YOUR TASK => Copy out all of the data exactly as it appears.

MATERIAL FOR THE TASK =>
******

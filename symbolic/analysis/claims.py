"""Checking an engineer's hand-calculated gains: ``gainsmith check FILE``.

The ``[claimed]`` table of a design file holds gains worked out by hand (K,
L, the reference gain N).  :func:`check_claims` compares each with the gain
:func:`~symbolic.derivation.pipeline.derive` found and, because a gain is only as good as
the poles it achieves, also computes the eigenvalues the *claimed* gain
gives: eig(A − B K_claimed) for K, eig(A − L_claimed C) for L.  For N it
computes the steady-state gain from the reference to the tracked output that
the claimed N gives together with gainsmith's K.

One direction of flow: this module consumes a finished
:class:`~symbolic.model.results.Derivation` and derives nothing itself; the
explanations are worded by :mod:`symbolic.analysis.claim_wording`, and the
renderers of :mod:`symbolic.render.claims_pages` (terminal, JSON, memo) consume a
finished :class:`ClaimReport`.

A check that passes says the claimed numbers agree with the derivation from
the model in the file; it says nothing about whether the model fits the
machine.  A gain that moves a machine must still be tried at reduced
authority (current or speed limits on, emergency stop at hand) before it is
trusted.
"""

from __future__ import annotations

import math
from collections import Counter
from collections.abc import Sequence
from dataclasses import dataclass

import numpy as np
from scipy.optimize import linear_sum_assignment

from ..derivation.numeric import check_eigenvalues
from ..model.design import Claims, Design
from ..model.results import Derivation
from ..runtime.errors import DesignFileError
from .claim_wording import gain_explanation, reference_explanation

__all__ = [
    "ClaimReport",
    "ClaimVerdict",
    "DEFAULT_CLAIM_TOLERANCE",
    "check_claims",
    "claimed_tolerance",
    "hand_check",
    "pole_tolerance",
    "valid_tolerance",
]

#: Relative tolerance when neither ``--tolerance`` nor ``claimed.tolerance``
#: is given.  Hand calculations are typically carried to 3–4 significant
#: figures, and 4 figures round to within 5e-4 (common practice, no source).
DEFAULT_CLAIM_TOLERANCE = 1e-3


# --------------------------------------------------------------------------
# Result objects
# --------------------------------------------------------------------------
@dataclass(frozen=True)
class ClaimVerdict:
    """The verdict on one claimed gain.

    Attributes
    ----------
    name : str
        ``"K"``, ``"L"`` or ``"reference_gain"``.
    claimed, derived : ndarray
        The claimed and the derived gain, same shape (m×n for K, n×p for L,
        m×1 for N).  ``derived`` is NaN when no reference gain exists.
    difference : ndarray
        Element-wise ``claimed − derived``.
    relative_error : float
        ‖claimed − derived‖ / ‖derived‖ (Frobenius norms).
    achieved_poles : ndarray or None
        eig(A − B K_claimed) for K, eig(A − L_claimed C) for L, listed in the
        order of ``requested_poles`` they are matched to; None for N.
    requested_poles : ndarray or None
        The controller (K) or observer (L) poles of the design.
    pole_error : float or None
        Largest relative distance between matched achieved and requested
        poles (:func:`symbolic.derivation.numeric.pole_residual`).
    pole_tolerance : float or None
        The bound ``pole_error`` is held to: the tolerance itself for simple
        poles, tolerance**(1/m) when a requested pole is repeated m times
        (see Notes of :func:`check_claims`).
    achieved_dc_gain : float or None
        For N only: the steady-state gain from r to the tracked output with
        gainsmith's K and the claimed N (1 is exact tracking).
    tolerance : float
        The relative tolerance applied.
    holds : bool
        Whether the claim is right within the tolerance.
    explanation : str
        One sentence for the engineer.
    """

    name: str
    claimed: np.ndarray
    derived: np.ndarray
    difference: np.ndarray
    relative_error: float
    achieved_poles: np.ndarray | None
    requested_poles: np.ndarray | None
    pole_error: float | None
    achieved_dc_gain: float | None
    tolerance: float
    holds: bool
    explanation: str
    pole_tolerance: float | None = None


@dataclass(frozen=True)
class ClaimReport:
    """Verdicts on every claim in a ``[claimed]`` table."""

    verdicts: tuple[ClaimVerdict, ...]
    tolerance: float
    tolerance_source: str = ""

    @property
    def holds(self) -> bool:
        """True when every claim holds."""
        return all(v.holds for v in self.verdicts)


# --------------------------------------------------------------------------
# Checking
# --------------------------------------------------------------------------
def valid_tolerance(value: float, where: str | None) -> float:
    """``value`` as a relative tolerance, 0 < tolerance ≤ 1; ``where`` names it in the error."""
    try:
        tol = float(value)
    except (TypeError, ValueError) as exc:
        raise DesignFileError(f"expected a number, got {value!r}", key=where) from exc
    if not math.isfinite(tol) or not 0.0 < tol <= 1.0:
        raise DesignFileError(
            f"the tolerance is relative: give a number above 0 and at most 1, got {value!r}",
            key=where,
        )
    return tol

******

RESULT =>
filename symbolic/analysis/claims.py
"""Checking an engineer's hand-calculated gains: ``gainsmith check FILE``.

The ``[claimed]`` table of a design file holds gains worked out by hand (K,
L, the reference gain N).  :func:`check_claims` compares each with the gain
:func:`~symbolic.derivation.pipeline.derive` found and, because a gain is only as good as
the poles it achieves, also computes the eigenvalues the *claimed* gain
gives: eig(A − B K_claimed) for K, eig(A − L_claimed C) for L.  For N it
computes the steady-state gain from the reference to the tracked output that
the claimed N gives together with gainsmith's K.

One direction of flow: this module consumes a finished
:class:`~symbolic.model.results.Derivation` and derives nothing itself; the
explanations are worded by :mod:`symbolic.analysis.claim_wording`, and the
renderers of :mod:`symbolic.render.claims_pages` (terminal, JSON, memo) consume a
finished :class:`ClaimReport`.

A check that passes says the claimed numbers agree with the derivation from
the model in the file; it says nothing about whether the model fits the
machine.  A gain that moves a machine must still be tried at reduced
authority (current or speed limits on, emergency stop at hand) before it is
trusted.
"""

from __future__ import annotations

import math
from collections import Counter
from collections.abc import Sequence
from dataclasses import dataclass

import numpy as np
from scipy.optimize import linear_sum_assignment

from ..derivation.numeric import check_eigenvalues
from ..model.design import Claims, Design
from ..model.results import Derivation
from ..runtime.errors import DesignFileError
from .claim_wording import gain_explanation, reference_explanation

__all__ = [
    "ClaimReport",
    "ClaimVerdict",
    "DEFAULT_CLAIM_TOLERANCE",
    "check_claims",
    "claimed_tolerance",
    "hand_check",
    "pole_tolerance",
    "valid_tolerance",
]

#: Relative tolerance when neither ``--tolerance`` nor ``claimed.tolerance``
#: is given.  Hand calculations are typically carried to 3–4 significant
#: figures, and 4 figures round to within 5e-4 (common practice, no source).
DEFAULT_CLAIM_TOLERANCE = 1e-3


# --------------------------------------------------------------------------
# Result objects
# --------------------------------------------------------------------------
@dataclass(frozen=True)
class ClaimVerdict:
    """The verdict on one claimed gain.

    Attributes
    ----------
    name : str
        ``"K"``, ``"L"`` or ``"reference_gain"``.
    claimed, derived : ndarray
        The claimed and the derived gain, same shape (m×n for K, n×p for L,
        m×1 for N).  ``derived`` is NaN when no reference gain exists.
    difference : ndarray
        Element-wise ``claimed − derived``.
    relative_error : float
        ‖claimed − derived‖ / ‖derived‖ (Frobenius norms).
    achieved_poles : ndarray or None
        eig(A − B K_claimed) for K, eig(A − L_claimed C) for L, listed in the
        order of ``requested_poles`` they are matched to; None for N.
    requested_poles : ndarray or None
        The controller (K) or observer (L) poles of the design.
    pole_error : float or None
        Largest relative distance between matched achieved and requested
        poles (:func:`symbolic.derivation.numeric.pole_residual`).
    pole_tolerance : float or None
        The bound ``pole_error`` is held to: the tolerance itself for simple
        poles, tolerance**(1/m) when a requested pole is repeated m times
        (see Notes of :func:`check_claims`).
    achieved_dc_gain : float or None
        For N only: the steady-state gain from r to the tracked output with
        gainsmith's K and the claimed N (1 is exact tracking).
    tolerance : float
        The relative tolerance applied.
    holds : bool
        Whether the claim is right within the tolerance.
    explanation : str
        One sentence for the engineer.
    """

    name: str
    claimed: np.ndarray
    derived: np.ndarray
    difference: np.ndarray
    relative_error: float
    achieved_poles: np.ndarray | None
    requested_poles: np.ndarray | None
    pole_error: float | None
    achieved_dc_gain: float | None
    tolerance: float
    holds: bool
    explanation: str
    pole_tolerance: float | None = None


@dataclass(frozen=True)
class ClaimReport:
    """Verdicts on every claim in a ``[claimed]`` table."""

    verdicts: tuple[ClaimVerdict, ...]
    tolerance: float
    tolerance_source: str = ""

    @property
    def holds(self) -> bool:
        """True when every claim holds."""
        return all(v.holds for v in self.verdicts)


# --------------------------------------------------------------------------
# Checking
# --------------------------------------------------------------------------
def valid_tolerance(value: float, where: str | None) -> float:
    """``value`` as a relative tolerance, 0 < tolerance ≤ 1; ``where`` names it in the error."""
    try:
        tol = float(value)
    except (TypeError, ValueError) as exc:
        raise DesignFileError(f"expected a number, got {value!r}", key=where) from exc
    if not math.isfinite(tol) or not 0.0 < tol <= 1.0:
        raise DesignFileError(
            f"the tolerance is relative: give a number above 0 and at most 1, got {value!r}",
            key=where,
        )
    return tol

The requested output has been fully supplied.